Exercise requirements ▸
Report every line from the following entries that contains the string "group".

(Recorded data)

::::::

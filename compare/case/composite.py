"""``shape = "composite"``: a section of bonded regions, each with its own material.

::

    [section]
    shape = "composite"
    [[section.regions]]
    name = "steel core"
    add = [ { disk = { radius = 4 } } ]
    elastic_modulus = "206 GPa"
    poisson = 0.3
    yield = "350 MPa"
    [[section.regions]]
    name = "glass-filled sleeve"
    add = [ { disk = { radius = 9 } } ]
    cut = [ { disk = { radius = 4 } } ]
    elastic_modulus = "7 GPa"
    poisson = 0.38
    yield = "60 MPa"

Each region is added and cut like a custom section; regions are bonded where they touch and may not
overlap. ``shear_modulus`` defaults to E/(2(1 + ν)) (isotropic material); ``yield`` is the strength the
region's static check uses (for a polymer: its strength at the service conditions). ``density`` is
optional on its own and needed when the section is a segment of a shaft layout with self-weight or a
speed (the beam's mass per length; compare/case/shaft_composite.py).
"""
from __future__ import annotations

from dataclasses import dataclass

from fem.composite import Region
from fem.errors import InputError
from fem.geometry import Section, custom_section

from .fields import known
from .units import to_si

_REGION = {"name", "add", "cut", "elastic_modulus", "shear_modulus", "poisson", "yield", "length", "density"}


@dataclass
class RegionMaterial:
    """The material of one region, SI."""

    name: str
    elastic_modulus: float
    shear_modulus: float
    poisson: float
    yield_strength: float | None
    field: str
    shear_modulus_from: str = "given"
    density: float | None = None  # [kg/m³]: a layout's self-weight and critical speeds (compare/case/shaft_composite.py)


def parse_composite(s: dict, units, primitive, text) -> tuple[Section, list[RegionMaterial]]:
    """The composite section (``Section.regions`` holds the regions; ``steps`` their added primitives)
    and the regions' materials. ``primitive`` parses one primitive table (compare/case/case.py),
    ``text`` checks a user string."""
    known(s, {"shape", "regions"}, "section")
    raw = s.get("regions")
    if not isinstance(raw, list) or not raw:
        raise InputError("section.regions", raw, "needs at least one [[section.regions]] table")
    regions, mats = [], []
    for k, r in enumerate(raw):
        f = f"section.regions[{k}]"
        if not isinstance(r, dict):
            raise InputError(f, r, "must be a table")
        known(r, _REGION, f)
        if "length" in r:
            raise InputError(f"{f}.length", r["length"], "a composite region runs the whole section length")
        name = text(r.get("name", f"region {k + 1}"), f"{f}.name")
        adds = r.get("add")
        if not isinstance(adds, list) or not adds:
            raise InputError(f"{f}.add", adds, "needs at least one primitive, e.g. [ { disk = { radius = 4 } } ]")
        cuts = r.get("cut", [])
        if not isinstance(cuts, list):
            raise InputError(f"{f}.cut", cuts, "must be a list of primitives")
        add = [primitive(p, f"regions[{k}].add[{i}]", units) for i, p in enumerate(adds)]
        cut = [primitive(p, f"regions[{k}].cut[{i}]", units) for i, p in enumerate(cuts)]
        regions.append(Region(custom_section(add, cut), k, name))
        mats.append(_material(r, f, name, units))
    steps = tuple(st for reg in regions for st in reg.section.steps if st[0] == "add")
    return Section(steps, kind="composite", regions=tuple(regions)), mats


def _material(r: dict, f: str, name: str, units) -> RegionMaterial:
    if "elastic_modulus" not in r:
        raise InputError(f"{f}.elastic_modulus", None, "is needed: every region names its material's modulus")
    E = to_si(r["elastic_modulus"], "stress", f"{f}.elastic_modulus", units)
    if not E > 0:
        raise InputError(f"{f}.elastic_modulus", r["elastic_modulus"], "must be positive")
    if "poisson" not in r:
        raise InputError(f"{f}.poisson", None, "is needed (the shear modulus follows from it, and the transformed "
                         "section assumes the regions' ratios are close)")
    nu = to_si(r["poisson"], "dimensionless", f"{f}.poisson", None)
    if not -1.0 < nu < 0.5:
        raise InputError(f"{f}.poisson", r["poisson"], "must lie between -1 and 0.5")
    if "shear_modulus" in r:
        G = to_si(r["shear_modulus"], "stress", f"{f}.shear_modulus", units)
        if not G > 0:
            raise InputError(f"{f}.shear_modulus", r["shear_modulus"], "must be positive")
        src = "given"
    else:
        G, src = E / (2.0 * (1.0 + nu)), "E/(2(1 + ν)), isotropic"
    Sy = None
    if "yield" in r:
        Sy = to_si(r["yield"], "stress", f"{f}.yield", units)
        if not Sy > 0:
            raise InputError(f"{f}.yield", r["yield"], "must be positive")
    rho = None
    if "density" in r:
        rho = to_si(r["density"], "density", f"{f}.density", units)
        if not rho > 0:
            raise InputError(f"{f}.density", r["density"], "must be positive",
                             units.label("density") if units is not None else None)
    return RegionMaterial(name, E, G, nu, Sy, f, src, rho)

::::::

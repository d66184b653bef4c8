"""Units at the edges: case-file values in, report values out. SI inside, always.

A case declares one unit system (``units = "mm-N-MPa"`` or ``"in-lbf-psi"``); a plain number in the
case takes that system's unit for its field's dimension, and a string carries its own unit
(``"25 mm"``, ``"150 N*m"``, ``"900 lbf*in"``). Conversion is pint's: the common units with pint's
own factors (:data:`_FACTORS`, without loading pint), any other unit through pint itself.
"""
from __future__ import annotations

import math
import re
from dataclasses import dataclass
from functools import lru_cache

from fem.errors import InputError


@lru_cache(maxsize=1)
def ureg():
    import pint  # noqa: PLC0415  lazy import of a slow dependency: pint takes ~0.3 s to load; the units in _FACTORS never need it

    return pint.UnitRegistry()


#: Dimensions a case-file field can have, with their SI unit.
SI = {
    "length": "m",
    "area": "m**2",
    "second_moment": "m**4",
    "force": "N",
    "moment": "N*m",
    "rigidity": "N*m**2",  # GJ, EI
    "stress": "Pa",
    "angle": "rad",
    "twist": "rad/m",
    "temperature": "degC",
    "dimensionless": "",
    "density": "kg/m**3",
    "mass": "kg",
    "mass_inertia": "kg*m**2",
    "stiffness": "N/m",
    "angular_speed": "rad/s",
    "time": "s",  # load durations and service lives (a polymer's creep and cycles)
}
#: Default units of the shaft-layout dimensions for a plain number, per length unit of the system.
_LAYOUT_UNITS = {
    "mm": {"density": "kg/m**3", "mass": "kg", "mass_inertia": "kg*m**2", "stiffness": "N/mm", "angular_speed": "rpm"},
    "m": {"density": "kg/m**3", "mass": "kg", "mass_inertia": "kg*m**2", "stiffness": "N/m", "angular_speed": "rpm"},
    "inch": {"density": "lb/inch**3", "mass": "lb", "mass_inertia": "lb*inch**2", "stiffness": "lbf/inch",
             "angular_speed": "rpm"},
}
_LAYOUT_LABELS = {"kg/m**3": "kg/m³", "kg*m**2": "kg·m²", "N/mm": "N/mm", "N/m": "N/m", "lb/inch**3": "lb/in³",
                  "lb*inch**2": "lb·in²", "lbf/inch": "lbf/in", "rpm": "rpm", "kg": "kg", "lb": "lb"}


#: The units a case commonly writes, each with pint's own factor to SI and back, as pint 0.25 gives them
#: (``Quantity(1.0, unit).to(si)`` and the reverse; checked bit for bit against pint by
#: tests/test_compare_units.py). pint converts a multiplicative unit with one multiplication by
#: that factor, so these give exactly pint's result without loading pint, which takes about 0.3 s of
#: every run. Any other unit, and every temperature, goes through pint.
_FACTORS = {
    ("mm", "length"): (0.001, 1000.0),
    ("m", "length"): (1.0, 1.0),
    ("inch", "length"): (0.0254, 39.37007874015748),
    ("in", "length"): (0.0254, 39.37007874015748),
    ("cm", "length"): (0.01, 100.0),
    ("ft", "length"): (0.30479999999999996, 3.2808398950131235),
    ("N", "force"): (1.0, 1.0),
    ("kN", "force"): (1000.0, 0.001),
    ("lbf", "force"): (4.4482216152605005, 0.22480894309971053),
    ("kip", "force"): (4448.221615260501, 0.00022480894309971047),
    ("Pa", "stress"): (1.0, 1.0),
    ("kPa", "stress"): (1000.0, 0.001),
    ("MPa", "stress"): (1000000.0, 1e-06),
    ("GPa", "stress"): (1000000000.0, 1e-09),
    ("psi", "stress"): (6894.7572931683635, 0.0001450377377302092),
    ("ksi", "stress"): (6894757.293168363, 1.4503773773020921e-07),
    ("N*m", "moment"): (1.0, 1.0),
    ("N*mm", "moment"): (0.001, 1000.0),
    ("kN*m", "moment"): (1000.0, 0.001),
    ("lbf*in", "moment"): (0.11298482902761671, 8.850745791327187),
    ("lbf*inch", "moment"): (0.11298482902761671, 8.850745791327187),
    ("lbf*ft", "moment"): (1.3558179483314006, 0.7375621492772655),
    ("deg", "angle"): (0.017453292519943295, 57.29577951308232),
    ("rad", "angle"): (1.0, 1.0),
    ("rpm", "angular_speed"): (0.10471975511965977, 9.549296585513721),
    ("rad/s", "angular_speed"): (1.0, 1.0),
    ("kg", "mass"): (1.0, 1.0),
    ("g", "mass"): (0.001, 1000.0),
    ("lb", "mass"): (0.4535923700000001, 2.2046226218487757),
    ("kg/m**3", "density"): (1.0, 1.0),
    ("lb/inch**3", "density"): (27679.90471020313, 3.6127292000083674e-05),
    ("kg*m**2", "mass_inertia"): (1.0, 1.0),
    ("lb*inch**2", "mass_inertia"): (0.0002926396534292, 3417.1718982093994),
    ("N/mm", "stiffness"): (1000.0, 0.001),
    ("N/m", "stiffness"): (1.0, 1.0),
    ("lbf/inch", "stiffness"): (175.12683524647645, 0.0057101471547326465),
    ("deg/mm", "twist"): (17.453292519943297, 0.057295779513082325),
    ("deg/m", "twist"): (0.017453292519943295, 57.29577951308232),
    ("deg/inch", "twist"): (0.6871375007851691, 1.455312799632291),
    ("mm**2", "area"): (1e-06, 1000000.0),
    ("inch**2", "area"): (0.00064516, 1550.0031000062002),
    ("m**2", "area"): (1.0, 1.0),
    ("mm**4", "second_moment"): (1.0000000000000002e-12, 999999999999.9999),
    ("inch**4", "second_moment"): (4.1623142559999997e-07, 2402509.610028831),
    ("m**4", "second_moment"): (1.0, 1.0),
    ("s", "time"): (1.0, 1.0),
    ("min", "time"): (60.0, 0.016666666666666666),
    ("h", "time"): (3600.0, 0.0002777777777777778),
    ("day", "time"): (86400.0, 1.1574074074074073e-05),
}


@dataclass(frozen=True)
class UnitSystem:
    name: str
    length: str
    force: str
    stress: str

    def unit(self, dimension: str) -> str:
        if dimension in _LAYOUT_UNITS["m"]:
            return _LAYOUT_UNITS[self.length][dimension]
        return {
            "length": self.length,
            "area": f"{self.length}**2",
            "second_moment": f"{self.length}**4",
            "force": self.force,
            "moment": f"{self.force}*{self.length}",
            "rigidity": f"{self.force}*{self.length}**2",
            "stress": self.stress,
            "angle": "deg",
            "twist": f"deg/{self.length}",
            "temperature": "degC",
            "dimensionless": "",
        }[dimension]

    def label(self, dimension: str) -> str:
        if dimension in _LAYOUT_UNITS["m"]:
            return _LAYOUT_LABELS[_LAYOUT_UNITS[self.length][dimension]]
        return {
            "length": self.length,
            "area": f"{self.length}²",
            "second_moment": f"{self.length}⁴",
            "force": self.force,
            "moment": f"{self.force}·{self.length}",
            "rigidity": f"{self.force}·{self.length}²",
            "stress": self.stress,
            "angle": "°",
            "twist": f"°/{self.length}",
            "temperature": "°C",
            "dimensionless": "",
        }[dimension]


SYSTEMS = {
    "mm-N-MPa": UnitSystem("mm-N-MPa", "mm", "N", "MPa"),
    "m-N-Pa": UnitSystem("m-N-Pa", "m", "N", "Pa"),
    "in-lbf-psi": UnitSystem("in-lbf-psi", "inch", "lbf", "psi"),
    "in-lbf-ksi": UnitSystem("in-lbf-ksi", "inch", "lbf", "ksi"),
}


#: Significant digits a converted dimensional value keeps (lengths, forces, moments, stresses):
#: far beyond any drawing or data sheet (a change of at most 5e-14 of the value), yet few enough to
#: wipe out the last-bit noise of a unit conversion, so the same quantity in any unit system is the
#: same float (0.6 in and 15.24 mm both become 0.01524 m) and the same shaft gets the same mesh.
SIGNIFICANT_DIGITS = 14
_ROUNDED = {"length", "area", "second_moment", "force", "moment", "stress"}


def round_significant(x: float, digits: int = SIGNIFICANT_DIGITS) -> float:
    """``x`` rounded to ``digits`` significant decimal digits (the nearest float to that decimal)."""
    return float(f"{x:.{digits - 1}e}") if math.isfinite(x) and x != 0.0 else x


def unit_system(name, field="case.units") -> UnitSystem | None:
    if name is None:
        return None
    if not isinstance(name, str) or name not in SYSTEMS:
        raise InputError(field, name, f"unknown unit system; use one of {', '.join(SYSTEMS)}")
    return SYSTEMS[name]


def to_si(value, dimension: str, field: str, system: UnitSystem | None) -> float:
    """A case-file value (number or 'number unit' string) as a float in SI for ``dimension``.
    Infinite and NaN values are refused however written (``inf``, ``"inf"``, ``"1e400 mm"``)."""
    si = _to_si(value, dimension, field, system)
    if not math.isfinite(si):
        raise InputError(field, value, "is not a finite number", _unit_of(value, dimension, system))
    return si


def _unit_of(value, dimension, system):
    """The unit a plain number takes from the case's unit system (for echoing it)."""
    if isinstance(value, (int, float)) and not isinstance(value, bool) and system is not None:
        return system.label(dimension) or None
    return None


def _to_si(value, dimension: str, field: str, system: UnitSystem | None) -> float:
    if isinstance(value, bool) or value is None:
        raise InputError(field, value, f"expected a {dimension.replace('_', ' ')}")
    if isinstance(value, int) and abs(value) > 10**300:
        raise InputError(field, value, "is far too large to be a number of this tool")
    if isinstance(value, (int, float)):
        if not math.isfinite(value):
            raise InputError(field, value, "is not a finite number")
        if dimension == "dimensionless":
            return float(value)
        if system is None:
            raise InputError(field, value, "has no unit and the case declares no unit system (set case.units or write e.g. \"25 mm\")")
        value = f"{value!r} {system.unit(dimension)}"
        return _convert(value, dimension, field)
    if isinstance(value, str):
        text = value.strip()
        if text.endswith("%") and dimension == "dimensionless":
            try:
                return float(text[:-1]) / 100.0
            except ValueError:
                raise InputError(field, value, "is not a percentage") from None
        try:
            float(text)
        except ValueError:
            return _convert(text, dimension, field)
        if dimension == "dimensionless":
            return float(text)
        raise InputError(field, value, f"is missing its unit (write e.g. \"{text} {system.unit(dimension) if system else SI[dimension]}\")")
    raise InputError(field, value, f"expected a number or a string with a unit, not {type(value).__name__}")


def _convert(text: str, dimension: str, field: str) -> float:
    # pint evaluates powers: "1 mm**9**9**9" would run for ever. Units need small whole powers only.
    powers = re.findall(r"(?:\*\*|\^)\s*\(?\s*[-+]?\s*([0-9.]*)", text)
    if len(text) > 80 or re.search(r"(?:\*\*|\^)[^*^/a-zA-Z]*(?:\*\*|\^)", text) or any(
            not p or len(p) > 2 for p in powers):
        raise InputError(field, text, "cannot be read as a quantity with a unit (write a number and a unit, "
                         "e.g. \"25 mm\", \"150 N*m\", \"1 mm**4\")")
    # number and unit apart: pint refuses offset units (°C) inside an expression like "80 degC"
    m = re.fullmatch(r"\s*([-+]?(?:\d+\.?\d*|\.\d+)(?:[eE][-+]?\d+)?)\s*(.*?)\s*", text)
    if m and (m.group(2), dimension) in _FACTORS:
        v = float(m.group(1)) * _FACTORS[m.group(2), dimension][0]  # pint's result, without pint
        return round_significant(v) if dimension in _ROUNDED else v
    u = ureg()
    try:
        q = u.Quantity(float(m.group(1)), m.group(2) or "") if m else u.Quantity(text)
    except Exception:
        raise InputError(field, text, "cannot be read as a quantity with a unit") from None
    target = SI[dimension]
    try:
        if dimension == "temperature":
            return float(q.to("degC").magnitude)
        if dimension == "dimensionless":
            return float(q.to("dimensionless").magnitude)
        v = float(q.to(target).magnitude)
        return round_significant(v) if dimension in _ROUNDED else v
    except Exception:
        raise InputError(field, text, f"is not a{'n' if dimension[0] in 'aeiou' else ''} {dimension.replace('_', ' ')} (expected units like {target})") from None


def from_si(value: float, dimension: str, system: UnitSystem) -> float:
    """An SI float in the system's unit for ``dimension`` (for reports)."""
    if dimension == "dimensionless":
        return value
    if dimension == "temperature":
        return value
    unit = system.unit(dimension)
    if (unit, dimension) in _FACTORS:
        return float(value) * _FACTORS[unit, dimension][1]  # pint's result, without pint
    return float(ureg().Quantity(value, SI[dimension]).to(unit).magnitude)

::::::

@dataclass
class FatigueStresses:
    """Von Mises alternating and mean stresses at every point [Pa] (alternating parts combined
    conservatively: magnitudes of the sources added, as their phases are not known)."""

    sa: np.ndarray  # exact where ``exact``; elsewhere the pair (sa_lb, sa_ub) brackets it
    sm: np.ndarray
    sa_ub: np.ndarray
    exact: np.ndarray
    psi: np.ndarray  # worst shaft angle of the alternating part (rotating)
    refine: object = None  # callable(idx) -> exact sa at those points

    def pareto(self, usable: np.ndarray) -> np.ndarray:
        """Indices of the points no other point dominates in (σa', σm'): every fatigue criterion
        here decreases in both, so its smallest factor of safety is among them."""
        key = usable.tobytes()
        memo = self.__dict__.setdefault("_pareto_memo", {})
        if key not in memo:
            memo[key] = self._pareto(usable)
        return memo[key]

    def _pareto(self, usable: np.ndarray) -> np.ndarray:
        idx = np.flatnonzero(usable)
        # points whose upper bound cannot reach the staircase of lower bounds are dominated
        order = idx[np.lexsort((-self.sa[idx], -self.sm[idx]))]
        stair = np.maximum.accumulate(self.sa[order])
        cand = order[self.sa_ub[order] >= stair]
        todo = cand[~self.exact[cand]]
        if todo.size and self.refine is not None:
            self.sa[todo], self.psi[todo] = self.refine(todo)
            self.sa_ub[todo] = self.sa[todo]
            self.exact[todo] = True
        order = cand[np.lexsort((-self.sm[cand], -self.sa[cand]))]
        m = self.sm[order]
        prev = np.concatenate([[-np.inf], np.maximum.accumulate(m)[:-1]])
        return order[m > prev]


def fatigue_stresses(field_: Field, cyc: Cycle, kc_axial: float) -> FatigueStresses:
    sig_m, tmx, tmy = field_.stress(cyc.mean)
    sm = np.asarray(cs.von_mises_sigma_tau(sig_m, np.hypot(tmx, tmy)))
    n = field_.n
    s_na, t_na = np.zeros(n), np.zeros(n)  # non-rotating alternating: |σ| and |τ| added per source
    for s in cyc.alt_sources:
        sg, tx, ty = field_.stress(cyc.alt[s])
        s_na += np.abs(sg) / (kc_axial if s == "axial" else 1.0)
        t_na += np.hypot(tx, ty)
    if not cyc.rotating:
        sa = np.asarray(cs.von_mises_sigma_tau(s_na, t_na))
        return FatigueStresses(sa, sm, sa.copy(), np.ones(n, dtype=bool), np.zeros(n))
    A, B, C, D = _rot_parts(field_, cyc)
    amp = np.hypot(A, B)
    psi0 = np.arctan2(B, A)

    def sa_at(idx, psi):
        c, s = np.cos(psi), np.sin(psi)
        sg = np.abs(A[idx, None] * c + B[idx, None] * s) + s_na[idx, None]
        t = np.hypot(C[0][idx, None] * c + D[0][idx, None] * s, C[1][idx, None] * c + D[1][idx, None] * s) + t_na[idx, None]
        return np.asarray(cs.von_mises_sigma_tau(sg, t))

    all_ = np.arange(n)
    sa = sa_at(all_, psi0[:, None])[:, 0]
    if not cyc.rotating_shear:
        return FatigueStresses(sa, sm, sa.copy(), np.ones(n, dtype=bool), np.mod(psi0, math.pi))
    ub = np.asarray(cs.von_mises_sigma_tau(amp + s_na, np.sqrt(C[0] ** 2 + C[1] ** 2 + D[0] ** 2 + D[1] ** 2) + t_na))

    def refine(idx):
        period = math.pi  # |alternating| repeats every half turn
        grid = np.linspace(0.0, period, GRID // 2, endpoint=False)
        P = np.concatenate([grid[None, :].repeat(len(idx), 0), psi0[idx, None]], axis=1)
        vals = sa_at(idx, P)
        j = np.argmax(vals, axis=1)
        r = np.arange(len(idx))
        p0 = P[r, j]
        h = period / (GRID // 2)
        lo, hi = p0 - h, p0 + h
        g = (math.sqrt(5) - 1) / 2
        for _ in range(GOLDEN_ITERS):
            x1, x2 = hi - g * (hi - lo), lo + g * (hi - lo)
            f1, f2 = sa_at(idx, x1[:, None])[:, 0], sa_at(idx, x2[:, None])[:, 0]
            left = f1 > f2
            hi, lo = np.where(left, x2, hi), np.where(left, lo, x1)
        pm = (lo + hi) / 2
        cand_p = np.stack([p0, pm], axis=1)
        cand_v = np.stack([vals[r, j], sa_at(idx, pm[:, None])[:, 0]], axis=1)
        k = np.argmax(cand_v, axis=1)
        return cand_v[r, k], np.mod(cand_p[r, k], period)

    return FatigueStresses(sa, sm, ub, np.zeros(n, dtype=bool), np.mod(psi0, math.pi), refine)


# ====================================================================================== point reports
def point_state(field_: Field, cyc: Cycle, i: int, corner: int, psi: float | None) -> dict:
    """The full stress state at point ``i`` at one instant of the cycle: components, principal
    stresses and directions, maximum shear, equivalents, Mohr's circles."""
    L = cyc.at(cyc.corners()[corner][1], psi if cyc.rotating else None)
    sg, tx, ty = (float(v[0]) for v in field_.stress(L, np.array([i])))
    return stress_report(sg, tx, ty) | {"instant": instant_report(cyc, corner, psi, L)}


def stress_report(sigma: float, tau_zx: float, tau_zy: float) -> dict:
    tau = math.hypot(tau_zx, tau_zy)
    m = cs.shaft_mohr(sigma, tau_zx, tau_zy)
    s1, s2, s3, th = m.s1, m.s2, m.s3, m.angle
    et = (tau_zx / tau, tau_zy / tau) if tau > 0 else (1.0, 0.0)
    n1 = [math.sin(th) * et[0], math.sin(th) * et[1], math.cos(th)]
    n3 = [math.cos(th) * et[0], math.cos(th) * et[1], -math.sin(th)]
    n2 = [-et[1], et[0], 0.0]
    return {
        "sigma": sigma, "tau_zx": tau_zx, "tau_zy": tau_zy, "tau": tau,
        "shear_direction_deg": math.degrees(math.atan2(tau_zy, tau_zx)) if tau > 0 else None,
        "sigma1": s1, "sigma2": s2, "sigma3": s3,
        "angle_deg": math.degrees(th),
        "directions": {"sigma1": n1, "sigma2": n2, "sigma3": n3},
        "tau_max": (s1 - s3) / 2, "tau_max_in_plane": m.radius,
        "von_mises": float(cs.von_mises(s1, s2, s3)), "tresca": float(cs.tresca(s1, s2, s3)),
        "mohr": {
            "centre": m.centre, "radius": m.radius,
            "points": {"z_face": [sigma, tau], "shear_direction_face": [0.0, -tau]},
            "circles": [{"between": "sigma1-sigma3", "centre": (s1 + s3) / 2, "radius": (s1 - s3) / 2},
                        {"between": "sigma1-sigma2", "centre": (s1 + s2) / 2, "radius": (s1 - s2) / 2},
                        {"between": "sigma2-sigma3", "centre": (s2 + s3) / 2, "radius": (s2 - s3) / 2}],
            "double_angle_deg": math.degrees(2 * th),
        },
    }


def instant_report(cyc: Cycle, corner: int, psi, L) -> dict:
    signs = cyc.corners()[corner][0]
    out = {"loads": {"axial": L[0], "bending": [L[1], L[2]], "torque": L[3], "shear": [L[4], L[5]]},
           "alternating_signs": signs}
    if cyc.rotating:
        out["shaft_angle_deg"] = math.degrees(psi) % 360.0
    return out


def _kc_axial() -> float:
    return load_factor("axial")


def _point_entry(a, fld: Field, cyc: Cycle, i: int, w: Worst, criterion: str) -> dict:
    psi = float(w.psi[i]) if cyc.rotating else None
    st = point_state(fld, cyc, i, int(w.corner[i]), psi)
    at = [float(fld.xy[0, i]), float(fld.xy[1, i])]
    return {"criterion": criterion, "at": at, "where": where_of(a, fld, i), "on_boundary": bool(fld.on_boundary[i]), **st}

::::::

Final answer ▸
    if m and (m.group(2), dimension) in _FACTORS:
        v = float(m.group(1)) * _FACTORS[m.group(2), dimension][0]  # pint's result, without pint
        q = u.Quantity(float(m.group(1)), m.group(2) or "") if m else u.Quantity(text)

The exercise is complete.